Kaggle Authentication¶

Symptom: AuthenticationError: credentials not found when running python sync.py.

Fix:

Ensure you have a Kaggle API token saved at ~/.kaggle/access_token (not the legacy kaggle.json format). The token starts with KGAT_.
Set permissions: chmod 600 ~/.kaggle/access_token.
Verify your Kaggle account has phone verification completed and you have accepted the competition rules for March Machine Learning Mania.

See the README — Kaggle API Authentication for step-by-step setup.

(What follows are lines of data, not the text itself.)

"""The time-marching discrete-vortex model: one time step as stages over bodies and shedding sites."""

from __future__ import annotations

import math
from dataclasses import dataclass, field

import numpy as np

from .elements import CrossCores, CrossingGuard, ElementImpulseLoads, combine_loads
from .bodies import Body, BodyPoints, RigidCamber, as_body_models, build_body, rotate, to_inertial
from .kernels import induced_velocity, normal_influence, normal_influence_ground
from .loads import LoadHistory
from .sites import LeadingEdgeSite, SheddingSite, TrailingEdgeSite
from .system import BodySystem, solve_bordered
from .wake import FarWake, VortexStore

__all__ = ["Body", "BodyPoints", "GroundContact", "LeadingEdgeSite", "RigidCamber", "SheddingSite",
           "SolverDiverged", "StepState",
           "TrailingEdgeSite", "VortexSolver", "build_body", "default_core_radii", "rotate",
           "solve_bordered", "to_inertial"]


#: core of the vortices of soft-core sites (leading edge) against the bodies, in mean element lengths c/N
SOFT_CORE_ELEMENTS = 2.0


class SolverDiverged(RuntimeError):
    """The state became non-finite; carries the step and time."""

    def __init__(self, step: int, t: float, cause: str):
        super().__init__(f"the solution became non-finite at step {step} (t = {t:.6g} s): {cause}")
        self.step = step
        self.t = t
        self.cause = cause


class GroundContact(SolverDiverged):
    """A body would touch the ground (``[ground]``): the run stops there, the steps before it kept."""

    def __init__(self, step: int, t: float, gap: float):
        RuntimeError.__init__(self, f"the airfoil would touch the ground at step {step} (t = {t:.6g} s): "
                                    f"its lowest point is {gap:.3g} m from it")
        self.step = step
        self.t = t
        self.cause = "ground contact"


@dataclass
class StepState:
    """What observers see after each step (views; copy what you keep).

    ``wake_site`` is the index (into the solver's ``sites``) of the site that
    shed each wake vortex (``extra["leading_edge_sites"]``: the indices of
    the leading-edge sites); ``far_x, far_z, far_gamma, far_site`` are the
    far-wake lumps; ``body_loads`` holds one loads dict per body (``loads``
    is the first body's).
    """

    n: int
    t: float
    alpha: float
    alpha_dot: float
    h: float
    h_dot: float
    gamma_bound: np.ndarray
    x_wake: np.ndarray
    z_wake: np.ndarray
    gamma_wake: np.ndarray
    x_body: np.ndarray
    z_body: np.ndarray
    loads: dict
    dcp: np.ndarray
    extra: dict = field(default_factory=dict)
    wake_site: np.ndarray = None
    far_x: np.ndarray = None
    far_z: np.ndarray = None
    far_gamma: np.ndarray = None
    far_site: np.ndarray = None
    body_loads: list = None


class Step:
    """The working record of one time step, filled in by the stages in turn.

    ``n, t`` and the motion ``alpha, alpha_dot, h, h_dot`` (place); the
    placed collocation points ``xc, zc``, their normals ``nx, nz`` and the
    vortex points ``xv, zv`` of all bodies in body order, and ``tx, tz``
    (collocation points, then vortex points) (place); the air's velocity
    ``u_air, w_air`` at ``tx, tz`` (air velocities); ``proposals`` (shed);
    ``gamma`` of the bound vortices and each proposal's strength (solve);
    ``loads``, one dict per body, and ``far_total`` (loads).
    """

    def __init__(self, n, t):
        self.n, self.t = n, t


class Proposal:
    """A vortex a site sheds this step: its site, position (m), border column and, once solved, strength."""

    __slots__ = ("site", "x", "z", "column", "gamma")

    def __init__(self, site, x, z, column):
        self.site, self.x, self.z, self.column, self.gamma = site, x, z, column, None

ESPN Rate Limits and Transient Failures¶

Symptom: NetworkError or warnings about failed team fetches during ESPN sync.

Fix:

The ESPN connector automatically retries transient failures with exponential backoff (up to 3 attempts per request). If failures persist:

Check your internet connection.
ESPN’s public API occasionally rate-limits aggressive requests. Wait a few minutes and re-run with python sync.py --source espn --dest data/.
The sync engine logs warnings for teams that fail after all retries but continues processing the remaining teams. A small number of failures is normal and does not invalidate the dataset.

Parquet Version Mismatches¶

Symptom: ArrowInvalid or ArrowIOError when reading cached Parquet files.

Fix:

This can happen when Parquet files were written by a different version of PyArrow than the one currently installed. Delete the cached files and re-sync:

rm -rf data/*.parquet
python sync.py --source all --dest data/

If the error persists, ensure your environment has a consistent PyArrow version:

pip install --upgrade pyarrow

Conda / Poetry Environment Issues¶

Symptom: ModuleNotFoundError: No module named 'ncaa_eval' or Poetry commands fail.

Fix:

Ensure the conda environment is activated: conda activate ncaa_eval.
Install dependencies into the conda env (not a Poetry virtualenv):
```
POETRY_VIRTUALENVS_CREATE=false poetry install
```
If poetry is not found, install it inside the conda env:
```
pip install poetry
```
Verify the package is importable: python -c "import ncaa_eval; print('OK')".